* [To do]: Go line by line through the entries and show those that hold the string "Subject".
[[ Data listing, beginning ]]
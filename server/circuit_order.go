package server

import (
	"cmp"
	"slices"
	"strconv"

	"github.com/labstack/echo/v4"

	"tripwell/store"
	"tripwell/store/record"
)

// Names of the fields of an order form: the place along the circuit and the source, each of one device.
const (
	atPrefix  = "at."
	fedPrefix = "fed."
)

func (s *Server) orderEdit(c echo.Context) error {
	one, site, lost, p, err := s.orderAt(c)
	if err != nil {
		return err
	}
	f, err := s.editForm(orderValues(p, one), slices.DeleteFunc(lost, func(l store.Conflict) bool { return l.Field != "order" }))
	if err != nil {
		return err
	}
	return s.formBack(c, f, s.orderForm(c, site, one, p))
}

func (s *Server) orderUpdate(c echo.Context) error {
	one, site, _, p, err := s.orderAt(c)
	if err != nil {
		return err
	}
	f, err := s.typedForm(c)
	if err != nil {
		return err
	}
	first := f.id(recordField)
	f.meanwhile(orderValues(p, one))
	drafts := s.orderDrafts(site, one, p, f, first)
	if f.ok() {
		if len(drafts) > 0 {
			err = s.append(c, drafts...)
		}
		if err == nil {
			return toPage(c, "/circuits/"+one.ID)
		}
		if err := f.takeRefusal(err); err != nil {
			return err
		}
	}
	return s.formBack(c, f, s.orderForm(c, site, one, p))
}

func (s *Server) orderAt(c echo.Context) (one store.Circuit, site store.Site, lost []store.Conflict, p *store.Protection, err error) {
	err = s.store.View(scope(c), func(v *store.View) (err error) {
		if one, site, lost, err = v.Circuit(c.Param("circuit")); err != nil {
			return err
		}
		p, err = v.ProtectionOn(one.ID, s.today(site))
		return err
	})
	return one, site, lost, p, err
}

func orderValues(p *store.Protection, c store.Circuit) map[string]string {
	out := map[string]string{}
	for i, d := range alongCircuit(p, c.ID) {
		out[atPrefix+d.ID], out[fedPrefix+d.ID] = strconv.Itoa(i+1), d.Source
	}
	return out
}

// orderDrafts are the records an order form asks for: the circuit's order, and what each device hangs on. A source that would
// close a loop is refused here; the exchange takes it and leaves the newest edge of the loop out.
func (s *Server) orderDrafts(site store.Site, c store.Circuit, p *store.Protection, f *typedForm, first string) (drafts []store.Draft) {
	on := alongCircuit(p, c.ID)
	at, moved, sources := map[string]float64{}, f.changed("order"), map[string]string{} // settled, where two people's orders stood
	var allowed []string
	for _, o := range s.sourcesOffered(p, on, store.OnMap{}) {
		allowed = append(allowed, o.Value)
	}
	for i, d := range on {
		n := f.figure(atPrefix + d.ID)
		if at[d.ID] = float64(i + 1); n != nil {
			at[d.ID] = *n
		}
		moved = moved || f.changed(atPrefix+d.ID)
		if source := f.choice(fedPrefix+d.ID, append(allowed, d.Source)...); f.changed(fedPrefix + d.ID) {
			sources[d.ID] = source
		}
	}
	for _, loop := range p.With(sources) {
		f.refuse(fedPrefix+loop.Device, s.words.Say("office.circuit.would_loop"))
	}
	if moved {
		slices.SortStableFunc(on, func(a, b store.OnMap) int { return cmp.Compare(at[a.ID], at[b.ID]) })
		ids := []string{}
		for _, d := range on {
			ids = append(ids, d.ID)
		}
		drafts = append(drafts, store.Draft{ID: first, Kind: "circuit.set", Log: site.ID, Subject: c.ID, Body: f.setBody(map[string]any{"order": ids})})
	}
	for _, id := range sortedKeys(sources) {
		set := map[string]any{"fed_by": nil}
		if sources[id] != "" {
			set["fed_by"] = sources[id]
		}
		drafts = append(drafts, store.Draft{ID: record.NamedID(first, "fed", id), Kind: "device.set", Log: site.ID, Subject: id, Body: f.setBody(set)})
	}
	return drafts
}

// sourcesOffered are the devices one may hang on by LOAD terminals: the others of its circuit, and what it names now.
func (s *Server) sourcesOffered(p *store.Protection, on []store.OnMap, of store.OnMap) []option {
	out := optional(s.words.Say("office.circuit.straight"))
	for _, d := range on {
		if d.ID != of.ID {
			out = append(out, option{Value: d.ID, Text: s.spotIn(d.DeviceRow)})
		}
	}
	if of.Source != "" && !slices.ContainsFunc(out, func(o option) bool { return o.Value == of.Source }) {
		text := s.words.Say("office.circuit.gone")
		if d, ok := p.Device(of.Source); ok {
			text = joined(s.spot(d.DeviceRow), circuit(d.DeviceRow))
		}
		out = append(out, option{Value: of.Source, Text: text})
	}
	return out
}

func (s *Server) orderForm(c echo.Context, site store.Site, one store.Circuit, p *store.Protection) formPage {
	k := s.ink()
	out := formPage{
		Frame: s.frame(c, k.say("office.circuit.order"), "sites"), Crumbs: []link{{Href: siteHref(site), Text: site.Name}, {Href: siteHref(site) + "/circuits", Text: k.say("office.circuit.list")}, {Href: "/circuits/" + one.ID, Text: circuitName(one)}},
		Heading: k.say("office.circuit.order_head", "circuit", circuitName(one)), Lead: k.say("office.circuit.order_lead"), Action: "/circuits/" + one.ID + "/order", Submit: k.say("office.circuit.order_save"), Cancel: "/circuits/" + one.ID,
	}
	on := alongCircuit(p, one.ID)
	for _, d := range on {
		out.Groups = append(out.Groups, fieldGroup{Legend: s.spotIn(d.DeviceRow), Note: k.named("kind", d.Kind), Fields: []field{
			{Name: atPrefix + d.ID, Label: k.say("office.circuit.at"), Type: "number"},
			{Name: fedPrefix + d.ID, Label: k.say("office.circuit.fed"), Options: s.sourcesOffered(p, on, d)},
		}})
	}
	if len(on) == 0 {
		out.Lead = k.say("office.circuit.nothing")
	}
	return out
}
[[ Data listing, end ]]
* [Answer to the exercise]:
		drafts = append(drafts, store.Draft{ID: first, Kind: "circuit.set", Log: site.ID, Subject: c.ID, Body: f.setBody(map[string]any{"order": ids})})
		drafts = append(drafts, store.Draft{ID: record.NamedID(first, "fed", id), Kind: "device.set", Log: site.ID, Subject: id, Body: f.setBody(set)})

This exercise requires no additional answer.